Student Profile: P.J. Brutzman

Five-Week Performance Program student P.J. Brutzman is taking the opportunity to jam with fellow musicians as much as possible—and even meet a hero.
August 12, 2010

When blues/rock guitarist P.J. Brutzman placed first in Daddy's Junky Music's Battle for Berklee, he won a gearhead's dream: two guitars (one autographed by Pat Metheny); a Fender G-DEC 30 amp; a Dunlop dual inductor wah pedal, Aqua-Puss delay pedal, and volume pedal; and a $2,000 blank check to D'Addario. But the biggest prize of all was a full scholarship to Berklee's Five-Week Summer Performance Program. The high school senior had attended Berklee's Guitar Sessions the previous year, after winning second place in the competition, and he was more than ready to take the next step.

How did you win Daddys' Battle for Berklee?

I wasn't going to be able to go to this thing if I didn't win. So I was kind of putting it all on the table. I borrowed one of my buddy's computers and did a GarageBand song, an original. That's kind of the ace in the hole, I think. If any other kids are reading this, definitely do your own stuff. Make it yours.

What have you gotten out of the Five-Week program?

I've been playing with people so much that my classes haven't been the number one thing. Since you're here, you want to make the most out of playing with these people that you're never really going to get a chance to play with again. Especially the drummers—some of the best drummers in the world are right here. I'm playing a lot with these people in jam sessions. I think you get at the center of what music is all about when you're jamming. When you're actually grooving and feeling it out, that's when the serious stuff comes out. Then it's a community, with the other players and with the people who are listening.

What about the classes?

Chord Lab is probably my favorite class, because I have Jim Peterson. He's a funk guy—an unbelievable guitar player. I wish Chord Lab were a longer block, like an hour and a half, just because rhythm guitar is crucial. If a guitar player can't do that, you can't really do a lot of other things.
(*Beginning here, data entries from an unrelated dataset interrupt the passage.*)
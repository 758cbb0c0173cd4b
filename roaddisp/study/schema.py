"""The keys of ``study.toml``: what each means, what it may be, what stands where it is left out."""

from __future__ import annotations

from dataclasses import dataclass
from typing import Annotated, Any, Literal

from pydantic import AfterValidator, BaseModel, BeforeValidator, ConfigDict, Field
from pydantic_core import PydanticCustomError

from roaddisp.quantities import INSIDE, QuantityError, parse_quantity, spellings
from roaddisp.study.problems import listed, nearest


def _fault(message: str, allowed: str, mend: str) -> PydanticCustomError:
    return PydanticCustomError(
        "study", "{fault}", {"fault": message, "allowed": allowed, "mend": mend}
    )


@dataclass(frozen=True)
class Choice:
    """A word of a list; ``later`` are words of the contract that this version lacks."""

    now: tuple[str, ...]
    later: tuple[str, ...] = ()

    def __call__(self, value: str) -> str:
        """Let a word of the list pass."""
        if value in self.now:
            return value
        if value in self.later:
            raise _fault(f"not in this version: {value!r}", listed(self.now), "choose another")
        near = nearest(value, self.now)
        mend = f"did you mean {near!r}?" if near else "choose one of them"
        raise _fault("an unknown choice", listed(self.now), mend)

    @property
    def allowed(self) -> str:
        """The list as the reference prints it."""
        words = " | ".join(f'"{word}"' for word in self.now)
        return words + (f" (not in this version: {', '.join(self.later)})" if self.later else "")


@dataclass(frozen=True)
class Measure:
    """A quantity written with its unit, within limits in the unit kept inside."""

    quantity: str
    low: float
    high: float

    def __call__(self, value: object) -> float:
        """Read the text and let a value within the limits pass."""
        try:
            number = parse_quantity(value, self.quantity)  # type: ignore[arg-type]
        except QuantityError as error:
            raise _fault(str(error), error.allowed, error.mend) from error
        if not self.low <= number <= self.high:
            inside = INSIDE[self.quantity]
            raise _fault(
                f"out of range ({number:g} {inside})",
                f"{self.low:g} to {self.high:g} {inside}",
                "correct the value or its unit",
            )
        return number

    @property
    def allowed(self) -> str:
        """The units as the reference prints them."""
        return f"a {self.quantity} with its unit ({spellings(self.quantity)})"


@dataclass(frozen=True)
class NotYet:
    """A key of the contract that this version refuses."""

    what: str

    def __call__(self, value: object) -> object:
        """Refuse any value."""
        if value is None:
            return None
        raise _fault(f"not in this version: {self.what}", "the key left out", "leave the key out")

    @property
    def allowed(self) -> str:
        """Nothing, as the reference prints it."""
        return "not in this version"


def _concentration(value: object) -> object:
    """Look at a concentration without bringing it to ppb: that needs the gas and reference."""
    try:
        parse_quantity(value, "concentration", from_mass=lambda mass: mass)  # type: ignore[arg-type]
    except QuantityError as error:
        raise _fault(str(error), error.allowed, error.mend) from error
    return value


def _key(meaning: str, default: Any = ..., *, allowed: str = "") -> Any:
    return Field(
        default,
        description=meaning,
        validate_default=default is not ... and default is not None,
        json_schema_extra={"allowed": allowed} if allowed else None,
    )


TimeBase = Annotated[str, AfterValidator(Choice(("local", "standard", "utc")))]
Reference = Annotated[str, AfterValidator(Choice(("25 C", "20 C")))]
VectorForm = Annotated[str, AfterValidator(Choice(("vector",)))]
TableForm = Annotated[str, AfterValidator(Choice(("table",)))]
Concentration = Annotated[str, BeforeValidator(_concentration)]
Columns = dict[str, str | dict[str, str]]

_COLUMNS = 'our column name = "YOUR HEADER [unit]"'
_PER_FILE = f"{_COLUMNS}; for one file of the section alone under the key that names the file"


class Section(BaseModel):
    """A table of ``study.toml``."""

    model_config = ConfigDict(extra="forbid", strict=True, frozen=True)


class FileSection(Section):
    """A table that names files: the keys that every such table has."""

    columns: Columns = _key(
        "your column names, where they are not ours", {}, allowed=f"{{ {_COLUMNS} }}"
    )
    layer: str | dict[str, str] | None = _key(
        "layer of a vector file", None, allowed="a name; the only layer where left out"
    )
    clock: TimeBase = _key(
        "clock of the times in the file: local civil clock, local standard time or UTC; not used "
        "where times carry an offset",
        "local",
    )
    hour_ending: bool = _key("whether times name the end of their hour", False)


class StudySection(Section):
    """What holds for the whole study."""

    title: str = _key("title, printed on every output", "")
    timezone: str = _key("time zone of the study", allowed='an IANA name, as "America/Denver"')
    terrain: Annotated[str, AfterValidator(Choice(("open", "urban")))] = _key(
        "surroundings, which choose the spread curves and the wind profile", "open"
    )
    crs: str | None = _key(
        "coordinate system of the calculation",
        None,
        allowed='projected, in metres, as "EPSG:32613"; the UTM zone of the roads where left out',
    )
    reference: Reference = _key(
        "state at which ppb and ug/m3 are exchanged in the *_ugm3 columns (1.8804 or 1.9125 ug/m3 "
        "per ppb of NO2)",
        "25 C",
    )


class RoadsSection(FileSection):
    """The roads."""

    file: str = _key("roads", allowed="a vector file of the study folder")
    format: VectorForm = _key("form of the file, known by its content", "vector")


class TrafficSection(FileSection):
    """Traffic by hour: profiles beside each link's AADT, hourly counts, or both.

    A link that has counts takes them, and its AADT is not used.
    """

    columns: Columns = _key("your column names", {}, allowed=f"{{ {_PER_FILE} }}")
    profiles: str | None = _key("profiles; this, counts or both", None, allowed="a CSV")
    counts: str | None = _key("hourly counts; this, profiles or both", None, allowed="a CSV")
    counts_format: Annotated[str, AfterValidator(Choice(("table",), ("tmg-volume",)))] = _key(
        "form of the counts", "table"
    )
    format: TableForm = _key("form of the profiles", "table")


class FleetSection(FileSection):
    """Who drives, and what they emit."""

    columns: Columns = _key("your column names", {}, allowed=f"{{ {_PER_FILE} }}")
    mix: str | None = _key(
        "fleets; without one, heavy_share is articulated trucks and the rest are cars",
        None,
        allowed="a CSV",
    )
    factors: str = _key("emission factors", allowed='a CSV, or "built-in": for screening')
    year: Annotated[int, Field(ge=1950, le=2100)] | None = _key(
        "year of the fleet", None, allowed="a year; the table's latest where left out"
    )
    format: TableForm = _key("form of the files", "table")


class WeatherSection(FileSection):
    """Weather, and how the wind is taken."""

    file: str = _key("weather", allowed="a CSV")
    format: Annotated[
        str, AfterValidator(Choice(("table",), ("isd-lite", "global-hourly", "tmy3")))
    ] = _key("form of the file", "table")
    anemometer_height: Annotated[float, BeforeValidator(Measure("length", 1.0, 300.0))] = _key(
        "height of the wind in the file", "10 m"
    )
    wind_height: Annotated[str, AfterValidator(Choice(("release", "station")))] = _key(
        "height of the wind that the plume feels: of its release (not below 2 m) by the power "
        "law, or of the station",
        "release",
    )
    wind_floor: Annotated[float, BeforeValidator(Measure("speed", 0.1, 5.0))] = _key(
        "least wind at the plume", "1 m/s"
    )
    calm_threshold: Annotated[float, BeforeValidator(Measure("speed", 0.0, 5.0))] = _key(
        "measured wind below it is calm", "0.5 m/s"
    )
    calms: Annotated[str, AfterValidator(Choice(("both", "leave-out", "worst-direction")))] = _key(
        "calm hours: left out of the statistics, run in the worst direction, or both ways", "both"
    )
    direction_step: Annotated[float, BeforeValidator(Measure("angle", 1.0, 45.0))] | None = _key(
        "step to which the station rounds directions; each is then spread within it by a "
        "seeded draw, for directions in steps line up with straight roads",
        None,
        allowed='an angle with its unit, as "10 deg"',
    )
    direction_seed: Annotated[int, Field(ge=0)] = _key(
        "seed of that draw", 1, allowed="a whole number, 0 or more"
    )


class ConstantAir(Section):
    """Background that is the same in every hour."""

    o3: Concentration = _key("ozone", allowed="a concentration with its unit (ppb, ppm, ug/m3)")
    no2: Concentration = _key("NO2", allowed="a concentration with its unit (ppb, ppm, ug/m3)")
    no: Concentration | None = _key("NO", None, allowed="a concentration with its unit")
    nox: Concentration | None = _key(
        "NOx (in ug/m3: as NO2), in place of no", None, allowed="a concentration with its unit"
    )


class AirSection(FileSection):
    """Air before the roads of the study: a file, or a constant."""

    file: str | None = _key("air; this or constant", None, allowed="a CSV")
    constant: ConstantAir | None = _key(
        "the same in every hour; this or file",
        None,
        allowed='{ o3 = "30 ppb", no2 = "12 ppb" }, with no or nox where known',
    )
    format: Annotated[str, AfterValidator(Choice(("table",), ("aqs-hourly", "eea")))] = _key(
        "form of the file", "table"
    )
    reference: Reference | None = _key(
        "state of values given in ug/m3", None, allowed='"25 C" | "20 C"; the study\'s if left out'
    )


class GridKeys(Section):
    """A grid of receptors around the roads."""

    spacing: Annotated[float, BeforeValidator(Measure("length", 0.5, 5000.0))] = _key(
        "side of a cell; centres lie at multiples of it in the study CRS"
    )
    within: Annotated[float, BeforeValidator(Measure("length", 0.0, 20_000.0))] = _key(
        "distance from the edge of any link up to which there are cells"
    )


class ReceptorsSection(FileSection):
    """Where concentrations are asked for; at least one of points, sites and grid."""

    columns: Columns = _key("your column names", {}, allowed=f"{{ {_PER_FILE} }}")
    points: str | None = _key("points", None, allowed="a vector file, or a CSV")
    sites: str | None = _key("sites", None, allowed="a vector file of polygons")
    grid: GridKeys | None = _key(
        "grid around the roads", None, allowed='{ spacing = "20 m", within = "500 m" }'
    )
    height: Annotated[float, BeforeValidator(Measure("length", 0.0, 500.0))] = _key(
        "height above ground where a receptor gives none", "1.5 m"
    )
    outline_spacing: Annotated[float, BeforeValidator(Measure("length", 0.5, 5000.0))] = _key(
        "distance between receptors on the outline of a site", "20 m"
    )
    inside_spacing: Annotated[float, BeforeValidator(Measure("length", 0.5, 5000.0))] = _key(
        "grid of receptors inside a site", "20 m"
    )
    format: Annotated[str, AfterValidator(Choice(("vector", "table")))] | None = _key(
        "form of the points: a vector layer or a CSV",
        None,
        allowed='"vector" | "table"; by the ending of the file if left out',
    )


class ConversionSection(Section):
    """From NO to NO2."""

    method: Annotated[
        str,
        AfterValidator(
            Choice(
                ("ozone-limited",), ("reaction-limited", "ambient-ratio", "steady-state", "full")
            )
        ),
    ] = _key("how road NO becomes NO2", "ozone-limited")


class DispersionSection(Section):
    """How plumes spread."""

    curves: Annotated[
        str, AfterValidator(Choice(("briggs",), ("pasquill-gifford", "surface-layer")))
    ] = _key("spread curves", "briggs")
    roughness: Annotated[object, AfterValidator(NotYet("roughness, of surface-layer"))] = _key(
        "roughness length, with surface-layer", None
    )
    wake_margin: Annotated[float, BeforeValidator(Measure("length", 0.0, 20.0))] = _key(
        "added to each side of the travelled way", "0 m"
    )


class StandardsSection(Section):
    """What the results are held against."""

    use: list[str] = _key(
        "standards to judge by", [], allowed="names that are listed by `roaddisp standards`"
    )


class OutputsSection(Section):
    """What is left behind beside the tables."""

    hourly: list[str] | Literal["all"] = _key(
        "receptors whose hours are kept", [], allowed='a list of receptor ids, or "all"'
    )


SECTIONS: dict[str, type[Section]] = {
    "study": StudySection,
    "roads": RoadsSection,
    "traffic": TrafficSection,
    "fleet": FleetSection,
    "weather": WeatherSection,
    "air": AirSection,
    "receptors": ReceptorsSection,
    "conversion": ConversionSection,
    "dispersion": DispersionSection,
    "standards": StandardsSection,
    "outputs": OutputsSection,
}
"""Every table of ``study.toml`` but ``[scenario.<name>]``."""

NEEDED = ("study", "roads", "traffic", "fleet", "weather", "air", "receptors")

ALTERNATIVES: dict[str, tuple[str, str]] = {"air": ("file", "constant")}
"""Pairs of keys of which a section has exactly one."""

AT_LEAST_ONE: dict[str, tuple[str, ...]] = {
    "traffic": ("profiles", "counts"),
    "receptors": ("points", "sites", "grid"),
}
"""Keys of which a section has at least one."""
I also enjoy my private lesson with Craig Hlady quite a bit. Before I came here, I never did the whole position thing, where you dedicate each finger to a particular fret and you don't really move. In blues guitar you can do whatever you want, pretty much. It's mainly these two fingers [index and ring] doing a lot of the work and this guy [middle] pops in sometimes. This whole position thing opened me up to a different realm that I've never really been exposed to. But one of my heroes, Jimmy Herring, plays like that, and he's one of the most soulful players out there.

Pop/Rock Styles might be my favorite class now, because John Mayer came in. We were doing some funk rhythm and he added on to it with some right hand techniques. He just walked in. It was surreal.

How does it to compare to the Guitar Sessions you went to last year?

That, I thought, was the time of my life. But it's not as much a taste of college life as this is.

My roommate from Guitar Sessions, we're going to be buddies for the rest of our lives. We're probably going to become rock stars and tour together. He took me to Crossroads this summer, Eric Clapton's guitar festival.

There were lots of jam sessions. I remember this one in particular: it wasn't students playing the instruments, it was faculty. Jim Peterson was one of the guys. It was epic.

How did you find out about Berklee?

The first time I heard about it, I was watching this guitar player movie, Crossroads, with Ralph Macchio, the karate kid. And at the end of it, he and Steve Vai cut heads—that's a guitar duel. My brother was like, "He went to Berklee College of Music. It's, like, the best music college for contemporary stuff in the world." So I've always been interested.